**Problem description:**
If a line of the records holds the word "calls", copy it out.

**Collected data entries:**
*** Block opens ***

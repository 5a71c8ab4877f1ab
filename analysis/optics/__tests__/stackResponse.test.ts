import { describe, expect, it } from 'vitest';
import { fromNK, stackResponse, type StackAt } from '..';

const air = fromNK(1);
const glass = fromNK(1.52);

describe('stackResponse against published values', () => {
  it('bare glass n = 1.52, one face: R = ((1 − 1.52)/(1 + 1.52))² = 4.258 % (Fresnel; Born & Wolf, Principles of Optics §1.5)', () => {
    const r = stackResponse({ ambient: air, substrate: glass, layers: [] }, 550);
    expect(r.R).toBeCloseTo(0.0425799, 6);
    expect(r.R + r.T).toBeCloseTo(1, 12);
  });

  it('bare glass both faces incoherent: R = 2R₁/(1 + R₁) = 8.168 %, T = 91.832 % (Macleod, Thin-Film Optical Filters, ch. 2)', () => {
    const r = stackResponse({ ambient: air, substrate: glass, layers: [] }, 550, { backside: true });
    expect(r.R).toBeCloseTo(0.0816817, 6);
    expect(r.T).toBeCloseTo(0.9183183, 6);
  });

  it('quarter-wave MgF2 (1.38) on 1.52 at 550 nm: R = ((1.52 − 1.38²)/(1.52 + 1.38²))² = 1.2601 % (Macleod, ch. 3)', () => {
    const d = 550 / (4 * 1.38);
    expect(d).toBeCloseTo(99.6377, 4);
    const stack: StackAt = { ambient: air, substrate: glass, layers: [{ n: fromNK(1.38), thicknessNm: d }] };
    const r = stackResponse(stack, 550);
    expect(r.R).toBeCloseTo(((1.52 - 1.38 ** 2) / (1.52 + 1.38 ** 2)) ** 2, 10);
    expect(r.R).toBeCloseTo(0.012601, 6);
  });

  it('glass 1.52 at 45°: Rs = 9.673 %, Rp = 0.936 % (Fresnel equations; Hecht, Optics §4.6)', () => {
    const stack: StackAt = { ambient: air, substrate: glass, layers: [] };
    expect(stackResponse(stack, 550, { angleDeg: 45, pol: 's' }).R).toBeCloseTo(0.096735, 5);
    expect(stackResponse(stack, 550, { angleDeg: 45, pol: 'p' }).R).toBeCloseTo(0.0093575, 5);
  });

  it('Rp = 0 at Brewster angle arctan(1.52) (Hecht, Optics §8.6)', () => {
    const stack: StackAt = { ambient: air, substrate: glass, layers: [] };
    const brewster = (Math.atan(1.52) * 180) / Math.PI;
    expect(stackResponse(stack, 550, { angleDeg: brewster, pol: 'p' }).R).toBeLessThan(1e-15);
  });

  it('an absorbing stack conserves energy and T is the same from both sides (reciprocity; Macleod ch. 2)', () => {
    const stack: StackAt = {
      ambient: air,
      substrate: glass,
      layers: [
        { n: fromNK(2.3, 0.05), thicknessNm: 57 },
        { n: fromNK(1.46, 0.001), thicknessNm: 110 },
        { n: fromNK(3.2, 1.1), thicknessNm: 12 },
      ],
    };
    for (const pol of ['s', 'p'] as const) {
      const f = stackResponse(stack, 633, { angleDeg: 30, pol });
      const b = stackResponse(stack, 633, { angleDeg: (Math.asin(Math.sin(Math.PI / 6) / 1.52) * 180) / Math.PI, pol, incidence: 'substrate' });
      expect(f.R + f.T + f.A).toBeCloseTo(1, 12);
      expect(f.A).toBeGreaterThan(0);
      expect(b.T).toBeCloseTo(f.T, 12);
      expect(b.R).not.toBeCloseTo(f.R, 3);
    }
  });
});
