class SqliteStore(Store):
    """The store on one SQLite file (see the module docstring)."""

    def __init__(self, url: str) -> None:
        super().__init__(sqlite_dialect.dialect(paramstyle="named"))
        self._path = make_url(url).database or ":memory:"
        self._connection: sqlite3.Connection | None = None
        self._checkpointer: Checkpointer | None = None
        # A sqlite3 connection must not be used by two threads at once: calls run on the
        # loop, but tests and the command line may call from other threads.
        self._lock = threading.Lock()
        # Writes waiting for the next group commit, and the commits under way.
        self._waiting: list[_Write] = []
        self._commits: set[asyncio.Future[None]] = set()

    # -- running calls ------------------------------------------------------------------------

    def _open(self) -> sqlite3.Connection:
        if self._connection is None:
            create_private(self._path)
            connection = sqlite3.connect(
                self._path, isolation_level=None, check_same_thread=False, timeout=0
            )
            for pragma in (
                "journal_mode=WAL",
                "synchronous=NORMAL",
                "foreign_keys=ON",
                # A busy lock answers at once: the loop waits by awaiting, not sleeping.
                "busy_timeout=0",
            ):
                connection.execute(f"PRAGMA {pragma}")
            if self._checkpointer is not None:
                connection.execute("PRAGMA wal_autocheckpoint=0")
            self._connection = connection
        return self._connection

    async def _run(self, work: Callable[[sqlite3.Connection], T]) -> T:
        deadline = time.monotonic() + LOCK_WAIT_S
        delay = 0.0002
        while True:
            with self._lock:
                connection = self._open()
                try:
                    return work(connection)
                except sqlite3.OperationalError as exc:
                    if connection.in_transaction:
                        connection.rollback()
                    if not _locked(exc):
                        raise UnavailableError("the database cannot be used right now") from exc
            if time.monotonic() > deadline:
                raise UnavailableError("the database stayed locked; retry after a few seconds")
            # Another process holds the write lock for well under a millisecond: wait a little,
            # with jitter so that two waiting processes do not retry in step.
            await asyncio.sleep(delay * (0.5 + random.random()))  # noqa: S311 (not security)
            delay = min(delay * 2, 0.005)

    async def writable(self) -> bool:
        """The file and its folder (where SQLite puts the -wal and -shm) can be written."""
        if self._path == ":memory:" or self._path.startswith("file:"):
            return True
        folder = os.path.dirname(os.path.abspath(self._path))
        return os.access(self._path, os.W_OK) and os.access(folder, os.W_OK)

    # -- lifetime -----------------------------------------------------------------------------

    async def start(self) -> None:
        """Move the WAL checkpoints to a thread of their own."""
        if self._checkpointer is not None:
            return
        self._checkpointer = Checkpointer(self._path)
        with self._lock:
            if self._connection is not None:
                self._connection.execute("PRAGMA wal_autocheckpoint=0")
        self._checkpointer.start()

    async def aclose(self) -> None:
        """Stop the checkpoints and close the connection."""
        self.close()

    def close(self) -> None:
        """aclose() for callers without a loop (the command line, tests)."""
        if self._checkpointer is not None:
            self._checkpointer.stop()
            self._checkpointer = None
        with self._lock:
            if self._connection is not None:
                self._connection.close()
                self._connection = None

    # -- the operations -----------------------------------------------------------------------

    async def _fetch(self, sql: Sql, params: dict[str, Any]) -> list[Any]:
        return await self._run(lambda connection: _all(connection, sql, params))

    def _time(self, moment: datetime) -> str:
        return _moment(moment)

    async def before_write(
        self, key: str, patient: tuple[str, str], eye: str
    ) -> tuple[list[str], list[PriorSession]]:
        """The note's stored digests and the eye's other sessions (see Store)."""
        hashes_sql, earlier_sql = self._sql["hashes"], self._sql["eye_sessions"]
        params = {"patient_system": patient[0], "patient_value": patient[1], "eye": eye}

        def work(connection: sqlite3.Connection) -> tuple[list[str], list[PriorSession]]:
            hashes = [digest for (digest,) in _all(connection, hashes_sql, {"key": key})]
            return hashes, sessions_from_rows(key, _all(connection, earlier_sql, params))

        return await self._run(work)

    async def write_many(self, versions: Sequence[NewVersion], *, forward: bool) -> None:
        """Store the versions all or nothing (see Store), in the next group commit."""
        steps = [step for v in versions for step in self._steps(v, forward=forward)]
        loop = asyncio.get_running_loop()
        done: asyncio.Future[None] = loop.create_future()
        self._waiting.append((steps, done))
        if len(self._waiting) == 1:
            # Every write that arrives before the loop comes round joins this commit.
            loop.call_soon(self._commit_waiting)
        await done

    async def write_all(
        self,
        steps: Sequence[tuple[str, dict[str, Any]]],
        versions: Sequence[NewVersion] = (),
        *,
        forward: bool = False,
    ) -> None:
        """Run the named statements and store the versions all or nothing, in the next group
        commit (see Store)."""
        planned = [step for v in versions for step in self._steps(v, forward=forward)]
        planned += [(self._sql[name], params) for name, params in steps]
        loop = asyncio.get_running_loop()
        done: asyncio.Future[None] = loop.create_future()
        self._waiting.append((planned, done))
        if len(self._waiting) == 1:
            loop.call_soon(self._commit_waiting)
        await done

    def _commit_waiting(self) -> None:
        batch, self._waiting = self._waiting, []
        task = asyncio.ensure_future(self._group_commit(batch))
        self._commits.add(task)
        task.add_done_callback(self._commits.discard)

    async def _group_commit(self, batch: list[_Write]) -> None:
        """One transaction for every waiting write, each in a savepoint of its own: a write
        whose version another writer stored first rolls back alone (DuplicateVersionError
        for its caller); the others commit together. A commit is what a write costs on
        SQLite, so under load one per loop turn serves many submissions."""

        def work(connection: sqlite3.Connection) -> list[Exception | None]:
            # IMMEDIATE: the write lock is taken here or not at all, so a busy database is
            # met before anything is written and the whole batch can be retried.
            connection.execute("BEGIN IMMEDIATE")
            outcomes: list[Exception | None] = []
            try:
                for steps, _done in batch:
                    connection.execute("SAVEPOINT one_write")
                    try:
                        for sql, params in steps:
                            if isinstance(params, list):
                                connection.executemany(sql.text, [sql.params(p) for p in params])
                            else:
                                connection.execute(sql.text, sql.params(params))
                    except sqlite3.IntegrityError as exc:
                        connection.execute("ROLLBACK TO one_write")
                        duplicate = DuplicateVersionError()
                        duplicate.__cause__ = exc
                        outcomes.append(duplicate)
                    else:
                        outcomes.append(None)
                    connection.execute("RELEASE one_write")
                connection.execute("COMMIT")
            except BaseException:
                if connection.in_transaction:
                    connection.rollback()
                raise
            return outcomes

        try:
            outcomes = await self._run(work)
        except BaseException as exc:  # nothing was stored: every caller hears why
            for _steps, done in batch:
                if not done.done():
                    done.set_exception(exc)
            if not isinstance(exc, Exception):
                raise
            return
        for (_steps, done), outcome in zip(batch, outcomes, strict=True):
            if done.done():  # its caller went away; the write stands, as any committed one
                continue
            if outcome is None:
                done.set_result(None)
            else:
                done.set_exception(outcome)

    def _steps(self, new: NewVersion, *, forward: bool) -> list[tuple[Sql, Any]]:
        """The statements (and their parameters) that store one version."""
        row, sql = new.row, self._sql
        version = {name: getattr(row, name) for name in VERSION_COLUMNS}
        version["started_at"] = _moment(row.started_at)
        version["recorded_at"] = _moment(row.recorded_at)
        version["signed_at"] = None if row.signed_at is None else _moment(row.signed_at)
        steps: list[tuple[Sql, Any]] = [(sql["add_version"], version)]  # the constraint first
        if row.version > 1:
            steps.append((sql["retire"], {"key": row.note_key}))
        if new.index:
            # A note's resources share a handful of times: each is formatted once.
            times: dict[datetime, str] = {}

            def text(moment: datetime | None) -> str | None:
                if moment is None:
                    return None
                done = times.get(moment)
                if done is None:
                    done = times[moment] = _moment(moment)
                return done

            rows = [
                {
                    "note_key": row.note_key,
                    "role": i.role,
                    "version": row.version,
                    "resource_type": i.resource_type,
                    "status": i.status,
                    "date": text(i.date),
                    "date_end": text(i.date_end),
                    "sort_at": text(i.sort_at),
                }
                for i in new.index
            ]
            steps.append((sql["add_index"], rows))
            tokens = [
                {
                    "note_key": row.note_key,
                    "version": row.version,
                    "role": i.role,
                    "param": param,
                    "system": system,
                    "code": code,
                }
                for i in new.index
                for param, system, code in i.tokens
            ]
            if tokens:
                steps.append((sql["add_search_tokens"], tokens))
        steps.append(
            (sql["add_audit"], audit_params(new.audit, row.note_key, row.version, _moment))
        )
        if forward:
            at = _moment(row.recorded_at)
            steps.append(
                (sql["add_outbox"], {"note_key": row.note_key, "version": row.version, "at": at})
            )
        return steps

*** Block closes ***

**Worked solution:**
        # A sqlite3 connection must not be used by two threads at once: calls run on the
    # -- running calls ------------------------------------------------------------------------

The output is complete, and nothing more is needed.